* **Description of the task**:
Set down, please, without alteration, the lines of the entries below from the first through the one containing "return page.evaluate(async ([s, from, count, themes, taken])".

* **Provided information**:

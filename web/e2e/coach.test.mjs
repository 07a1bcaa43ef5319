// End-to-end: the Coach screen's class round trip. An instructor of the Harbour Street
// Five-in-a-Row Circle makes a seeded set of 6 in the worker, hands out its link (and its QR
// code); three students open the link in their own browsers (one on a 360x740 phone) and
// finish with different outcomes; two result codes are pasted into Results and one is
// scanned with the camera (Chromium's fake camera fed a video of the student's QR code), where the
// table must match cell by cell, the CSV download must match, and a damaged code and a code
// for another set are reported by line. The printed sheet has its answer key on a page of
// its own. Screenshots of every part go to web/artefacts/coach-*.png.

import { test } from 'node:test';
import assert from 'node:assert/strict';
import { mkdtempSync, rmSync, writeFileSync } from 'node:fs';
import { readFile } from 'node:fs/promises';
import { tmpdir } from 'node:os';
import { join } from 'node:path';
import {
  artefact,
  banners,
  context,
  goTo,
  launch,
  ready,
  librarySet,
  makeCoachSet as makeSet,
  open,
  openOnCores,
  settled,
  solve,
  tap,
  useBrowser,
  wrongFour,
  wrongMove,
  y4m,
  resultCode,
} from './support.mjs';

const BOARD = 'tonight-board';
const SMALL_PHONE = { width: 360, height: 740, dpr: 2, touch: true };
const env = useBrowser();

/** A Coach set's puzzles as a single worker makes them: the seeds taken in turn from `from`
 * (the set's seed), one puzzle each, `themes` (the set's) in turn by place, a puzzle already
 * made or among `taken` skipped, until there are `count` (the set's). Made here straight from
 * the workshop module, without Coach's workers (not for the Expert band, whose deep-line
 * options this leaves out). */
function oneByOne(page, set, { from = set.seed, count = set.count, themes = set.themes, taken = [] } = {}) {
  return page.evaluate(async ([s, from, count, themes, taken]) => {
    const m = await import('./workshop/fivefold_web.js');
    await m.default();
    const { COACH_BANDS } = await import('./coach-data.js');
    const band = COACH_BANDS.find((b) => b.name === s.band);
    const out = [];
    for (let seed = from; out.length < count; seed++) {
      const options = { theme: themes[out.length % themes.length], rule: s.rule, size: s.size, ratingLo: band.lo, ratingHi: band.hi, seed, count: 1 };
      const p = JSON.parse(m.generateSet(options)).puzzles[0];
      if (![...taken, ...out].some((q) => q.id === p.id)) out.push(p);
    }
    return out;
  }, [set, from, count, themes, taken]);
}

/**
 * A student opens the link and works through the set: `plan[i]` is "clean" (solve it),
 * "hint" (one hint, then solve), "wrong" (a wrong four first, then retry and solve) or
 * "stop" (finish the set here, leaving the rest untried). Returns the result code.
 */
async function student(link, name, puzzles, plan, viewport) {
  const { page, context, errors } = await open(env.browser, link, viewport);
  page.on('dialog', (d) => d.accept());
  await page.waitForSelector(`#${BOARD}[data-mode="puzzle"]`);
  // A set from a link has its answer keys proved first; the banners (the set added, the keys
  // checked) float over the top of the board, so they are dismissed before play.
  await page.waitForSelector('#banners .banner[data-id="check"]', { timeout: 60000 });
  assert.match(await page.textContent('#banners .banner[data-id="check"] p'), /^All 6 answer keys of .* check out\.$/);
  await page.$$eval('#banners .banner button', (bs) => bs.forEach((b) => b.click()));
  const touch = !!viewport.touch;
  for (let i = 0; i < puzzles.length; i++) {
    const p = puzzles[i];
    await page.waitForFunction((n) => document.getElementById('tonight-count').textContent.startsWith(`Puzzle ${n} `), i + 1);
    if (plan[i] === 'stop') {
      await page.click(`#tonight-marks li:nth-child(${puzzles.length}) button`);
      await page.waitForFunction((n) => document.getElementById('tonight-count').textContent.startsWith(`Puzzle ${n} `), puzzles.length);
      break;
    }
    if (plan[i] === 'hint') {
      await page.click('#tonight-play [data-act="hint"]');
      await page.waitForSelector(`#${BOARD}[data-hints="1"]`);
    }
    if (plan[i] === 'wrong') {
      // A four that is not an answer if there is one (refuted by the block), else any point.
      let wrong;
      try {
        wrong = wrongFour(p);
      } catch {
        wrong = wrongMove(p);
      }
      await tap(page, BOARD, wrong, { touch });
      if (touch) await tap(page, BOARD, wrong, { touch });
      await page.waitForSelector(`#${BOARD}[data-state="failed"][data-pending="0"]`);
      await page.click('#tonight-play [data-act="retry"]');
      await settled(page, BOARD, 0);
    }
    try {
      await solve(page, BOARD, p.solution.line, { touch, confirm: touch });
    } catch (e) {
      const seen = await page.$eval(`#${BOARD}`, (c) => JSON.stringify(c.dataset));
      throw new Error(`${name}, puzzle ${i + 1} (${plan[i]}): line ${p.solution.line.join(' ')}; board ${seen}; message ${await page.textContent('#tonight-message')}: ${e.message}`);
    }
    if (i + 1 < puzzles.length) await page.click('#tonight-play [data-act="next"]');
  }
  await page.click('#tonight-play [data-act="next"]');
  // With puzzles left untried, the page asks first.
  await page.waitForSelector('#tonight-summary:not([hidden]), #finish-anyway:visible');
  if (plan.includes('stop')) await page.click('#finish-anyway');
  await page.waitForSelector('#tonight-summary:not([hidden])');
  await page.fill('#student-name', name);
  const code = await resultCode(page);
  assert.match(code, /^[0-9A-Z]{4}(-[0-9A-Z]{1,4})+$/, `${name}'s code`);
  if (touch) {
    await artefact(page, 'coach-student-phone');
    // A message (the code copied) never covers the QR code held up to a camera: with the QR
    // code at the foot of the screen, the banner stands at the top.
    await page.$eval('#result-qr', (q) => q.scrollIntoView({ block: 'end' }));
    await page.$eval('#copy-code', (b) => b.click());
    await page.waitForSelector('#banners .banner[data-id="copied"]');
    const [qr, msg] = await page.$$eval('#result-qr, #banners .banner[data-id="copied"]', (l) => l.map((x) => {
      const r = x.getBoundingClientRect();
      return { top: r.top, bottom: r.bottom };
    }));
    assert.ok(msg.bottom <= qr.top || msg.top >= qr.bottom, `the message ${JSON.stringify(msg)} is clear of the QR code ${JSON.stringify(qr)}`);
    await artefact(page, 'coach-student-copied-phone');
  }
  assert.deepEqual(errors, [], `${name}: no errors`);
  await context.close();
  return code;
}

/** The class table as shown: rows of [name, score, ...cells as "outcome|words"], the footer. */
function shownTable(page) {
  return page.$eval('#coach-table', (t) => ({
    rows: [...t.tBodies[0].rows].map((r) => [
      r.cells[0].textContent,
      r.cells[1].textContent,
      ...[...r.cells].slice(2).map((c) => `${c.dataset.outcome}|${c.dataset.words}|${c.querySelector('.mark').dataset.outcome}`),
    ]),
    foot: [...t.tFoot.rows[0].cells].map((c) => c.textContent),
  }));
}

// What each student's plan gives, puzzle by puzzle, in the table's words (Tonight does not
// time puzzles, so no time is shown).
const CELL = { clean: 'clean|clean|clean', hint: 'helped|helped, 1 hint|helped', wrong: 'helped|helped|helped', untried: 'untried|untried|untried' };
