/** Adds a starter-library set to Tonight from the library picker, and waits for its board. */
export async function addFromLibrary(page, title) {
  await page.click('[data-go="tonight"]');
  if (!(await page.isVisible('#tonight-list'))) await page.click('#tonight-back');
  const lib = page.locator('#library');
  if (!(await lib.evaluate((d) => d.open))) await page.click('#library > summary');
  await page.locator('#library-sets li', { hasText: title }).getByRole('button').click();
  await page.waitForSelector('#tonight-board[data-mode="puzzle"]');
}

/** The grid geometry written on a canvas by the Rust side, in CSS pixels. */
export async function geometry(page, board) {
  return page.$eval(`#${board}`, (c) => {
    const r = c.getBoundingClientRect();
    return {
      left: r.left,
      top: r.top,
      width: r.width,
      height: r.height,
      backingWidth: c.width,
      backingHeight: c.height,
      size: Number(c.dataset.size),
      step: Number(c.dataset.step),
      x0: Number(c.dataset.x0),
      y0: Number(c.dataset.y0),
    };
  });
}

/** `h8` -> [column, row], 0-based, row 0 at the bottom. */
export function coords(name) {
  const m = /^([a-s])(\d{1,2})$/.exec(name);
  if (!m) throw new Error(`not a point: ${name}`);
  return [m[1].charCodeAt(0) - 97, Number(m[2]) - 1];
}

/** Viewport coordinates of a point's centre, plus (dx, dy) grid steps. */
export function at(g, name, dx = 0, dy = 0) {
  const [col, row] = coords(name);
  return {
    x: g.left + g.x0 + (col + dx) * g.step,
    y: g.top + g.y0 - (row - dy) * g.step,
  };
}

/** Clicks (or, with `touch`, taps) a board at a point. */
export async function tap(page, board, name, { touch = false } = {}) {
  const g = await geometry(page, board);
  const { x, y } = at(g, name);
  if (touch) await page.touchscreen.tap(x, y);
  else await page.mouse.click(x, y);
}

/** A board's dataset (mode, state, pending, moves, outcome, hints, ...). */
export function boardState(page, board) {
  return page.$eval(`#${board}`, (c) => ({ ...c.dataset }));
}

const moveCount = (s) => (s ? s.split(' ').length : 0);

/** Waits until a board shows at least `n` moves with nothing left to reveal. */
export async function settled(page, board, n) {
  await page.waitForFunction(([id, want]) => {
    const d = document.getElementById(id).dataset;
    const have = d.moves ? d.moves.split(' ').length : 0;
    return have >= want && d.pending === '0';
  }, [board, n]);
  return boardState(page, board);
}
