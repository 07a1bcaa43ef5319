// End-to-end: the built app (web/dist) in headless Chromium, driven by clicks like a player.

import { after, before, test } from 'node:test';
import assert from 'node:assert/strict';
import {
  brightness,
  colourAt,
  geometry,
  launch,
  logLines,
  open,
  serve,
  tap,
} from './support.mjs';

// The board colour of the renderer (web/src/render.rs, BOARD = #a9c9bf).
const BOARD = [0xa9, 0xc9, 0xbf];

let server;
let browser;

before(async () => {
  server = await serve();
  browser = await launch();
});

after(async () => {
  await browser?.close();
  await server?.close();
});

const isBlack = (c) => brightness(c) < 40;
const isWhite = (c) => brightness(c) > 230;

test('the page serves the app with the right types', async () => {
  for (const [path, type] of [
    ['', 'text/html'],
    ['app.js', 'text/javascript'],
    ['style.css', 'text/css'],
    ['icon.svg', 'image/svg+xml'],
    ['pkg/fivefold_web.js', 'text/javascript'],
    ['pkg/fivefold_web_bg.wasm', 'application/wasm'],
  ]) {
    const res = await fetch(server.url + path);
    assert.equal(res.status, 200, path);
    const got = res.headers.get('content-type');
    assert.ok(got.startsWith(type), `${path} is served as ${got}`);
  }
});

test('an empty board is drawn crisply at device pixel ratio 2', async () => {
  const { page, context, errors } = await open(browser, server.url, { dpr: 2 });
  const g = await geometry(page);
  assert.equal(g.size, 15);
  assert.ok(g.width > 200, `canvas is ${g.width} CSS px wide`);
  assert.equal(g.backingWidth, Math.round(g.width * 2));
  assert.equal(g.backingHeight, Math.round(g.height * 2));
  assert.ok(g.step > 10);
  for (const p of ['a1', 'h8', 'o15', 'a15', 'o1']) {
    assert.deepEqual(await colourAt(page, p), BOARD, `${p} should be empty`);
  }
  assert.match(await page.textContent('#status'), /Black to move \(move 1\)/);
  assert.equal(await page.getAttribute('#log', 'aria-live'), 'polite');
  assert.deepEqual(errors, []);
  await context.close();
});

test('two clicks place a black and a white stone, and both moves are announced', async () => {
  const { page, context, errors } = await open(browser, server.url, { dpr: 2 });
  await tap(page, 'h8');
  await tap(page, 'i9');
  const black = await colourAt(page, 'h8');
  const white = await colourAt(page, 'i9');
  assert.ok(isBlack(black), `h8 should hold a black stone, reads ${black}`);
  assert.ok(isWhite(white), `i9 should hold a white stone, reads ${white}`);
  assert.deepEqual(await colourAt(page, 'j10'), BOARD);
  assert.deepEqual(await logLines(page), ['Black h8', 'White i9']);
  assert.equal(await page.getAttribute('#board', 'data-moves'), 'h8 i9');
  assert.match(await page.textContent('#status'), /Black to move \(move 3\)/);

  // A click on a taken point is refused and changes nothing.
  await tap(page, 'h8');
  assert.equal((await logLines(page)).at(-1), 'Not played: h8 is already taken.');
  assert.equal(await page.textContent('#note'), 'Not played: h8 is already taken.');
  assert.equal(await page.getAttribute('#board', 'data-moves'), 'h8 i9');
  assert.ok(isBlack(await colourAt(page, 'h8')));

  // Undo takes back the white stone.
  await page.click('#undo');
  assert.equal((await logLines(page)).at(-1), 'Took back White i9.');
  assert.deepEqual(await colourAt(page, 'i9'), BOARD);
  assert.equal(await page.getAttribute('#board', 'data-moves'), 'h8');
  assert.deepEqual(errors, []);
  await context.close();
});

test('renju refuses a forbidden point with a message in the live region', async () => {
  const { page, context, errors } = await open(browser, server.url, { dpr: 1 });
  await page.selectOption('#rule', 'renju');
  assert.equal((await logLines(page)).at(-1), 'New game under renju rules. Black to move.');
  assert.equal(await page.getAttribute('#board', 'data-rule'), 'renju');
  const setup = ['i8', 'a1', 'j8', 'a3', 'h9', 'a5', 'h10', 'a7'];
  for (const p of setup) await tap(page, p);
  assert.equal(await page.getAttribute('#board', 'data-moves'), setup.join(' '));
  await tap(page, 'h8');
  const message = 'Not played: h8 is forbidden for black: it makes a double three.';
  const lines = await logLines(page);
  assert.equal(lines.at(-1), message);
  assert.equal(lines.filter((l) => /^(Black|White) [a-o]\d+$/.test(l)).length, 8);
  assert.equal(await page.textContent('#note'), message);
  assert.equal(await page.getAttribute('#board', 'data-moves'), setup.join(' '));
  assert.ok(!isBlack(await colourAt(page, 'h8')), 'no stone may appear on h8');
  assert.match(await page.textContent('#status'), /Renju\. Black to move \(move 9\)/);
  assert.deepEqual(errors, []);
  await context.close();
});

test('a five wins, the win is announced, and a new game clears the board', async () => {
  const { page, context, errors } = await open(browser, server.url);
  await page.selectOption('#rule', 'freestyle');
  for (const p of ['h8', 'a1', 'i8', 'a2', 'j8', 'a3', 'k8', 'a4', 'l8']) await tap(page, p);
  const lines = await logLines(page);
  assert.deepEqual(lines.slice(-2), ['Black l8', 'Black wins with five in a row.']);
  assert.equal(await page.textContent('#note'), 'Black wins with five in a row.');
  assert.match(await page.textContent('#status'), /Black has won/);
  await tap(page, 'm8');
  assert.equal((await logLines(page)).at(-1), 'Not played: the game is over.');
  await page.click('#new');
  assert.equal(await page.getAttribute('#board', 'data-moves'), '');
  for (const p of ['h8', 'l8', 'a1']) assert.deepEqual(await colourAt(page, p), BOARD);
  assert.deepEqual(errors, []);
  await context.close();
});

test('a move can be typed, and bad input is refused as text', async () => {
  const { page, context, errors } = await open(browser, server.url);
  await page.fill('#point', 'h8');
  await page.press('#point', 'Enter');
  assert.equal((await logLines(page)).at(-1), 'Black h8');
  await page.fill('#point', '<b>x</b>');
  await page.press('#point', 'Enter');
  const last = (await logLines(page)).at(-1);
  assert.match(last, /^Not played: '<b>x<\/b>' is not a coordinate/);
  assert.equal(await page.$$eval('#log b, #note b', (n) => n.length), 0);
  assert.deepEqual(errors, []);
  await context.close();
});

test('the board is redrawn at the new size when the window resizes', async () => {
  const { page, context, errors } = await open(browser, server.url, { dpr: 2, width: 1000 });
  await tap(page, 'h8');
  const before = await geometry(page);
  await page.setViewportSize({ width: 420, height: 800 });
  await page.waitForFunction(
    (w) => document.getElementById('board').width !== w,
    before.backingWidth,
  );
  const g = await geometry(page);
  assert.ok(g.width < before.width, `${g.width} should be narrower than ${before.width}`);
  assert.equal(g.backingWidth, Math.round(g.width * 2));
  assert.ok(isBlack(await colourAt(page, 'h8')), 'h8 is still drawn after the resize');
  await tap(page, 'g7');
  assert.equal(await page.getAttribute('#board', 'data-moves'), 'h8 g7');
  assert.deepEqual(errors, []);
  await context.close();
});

* **Answer to the problem**:
filename web/e2e/coach.test.mjs
repository 07a1bcaa43ef5319
// End-to-end: the Coach screen's class round trip. An instructor of the Harbour Street
// Five-in-a-Row Circle makes a seeded set of 6 in the worker, hands out its link (and its QR
// code); three students open the link in their own browsers (one on a 360x740 phone) and
// finish with different outcomes; two result codes are pasted into Results and one is
// scanned with the camera (Chromium's fake camera fed a video of the student's QR code), where the
// table must match cell by cell, the CSV download must match, and a damaged code and a code
// for another set are reported by line. The printed sheet has its answer key on a page of
// its own. Screenshots of every part go to web/artefacts/coach-*.png.

import { test } from 'node:test';
import assert from 'node:assert/strict';
import { mkdtempSync, rmSync, writeFileSync } from 'node:fs';
import { readFile } from 'node:fs/promises';
import { tmpdir } from 'node:os';
import { join } from 'node:path';
import {
  artefact,
  banners,
  context,
  goTo,
  launch,
  ready,
  librarySet,
  makeCoachSet as makeSet,
  open,
  openOnCores,
  settled,
  solve,
  tap,
  useBrowser,
  wrongFour,
  wrongMove,
  y4m,
  resultCode,
} from './support.mjs';

const BOARD = 'tonight-board';
const SMALL_PHONE = { width: 360, height: 740, dpr: 2, touch: true };
const env = useBrowser();

/** A Coach set's puzzles as a single worker makes them: the seeds taken in turn from `from`
 * (the set's seed), one puzzle each, `themes` (the set's) in turn by place, a puzzle already
 * made or among `taken` skipped, until there are `count` (the set's). Made here straight from
 * the workshop module, without Coach's workers (not for the Expert band, whose deep-line
 * options this leaves out). */
function oneByOne(page, set, { from = set.seed, count = set.count, themes = set.themes, taken = [] } = {}) {
  return page.evaluate(async ([s, from, count, themes, taken]) => {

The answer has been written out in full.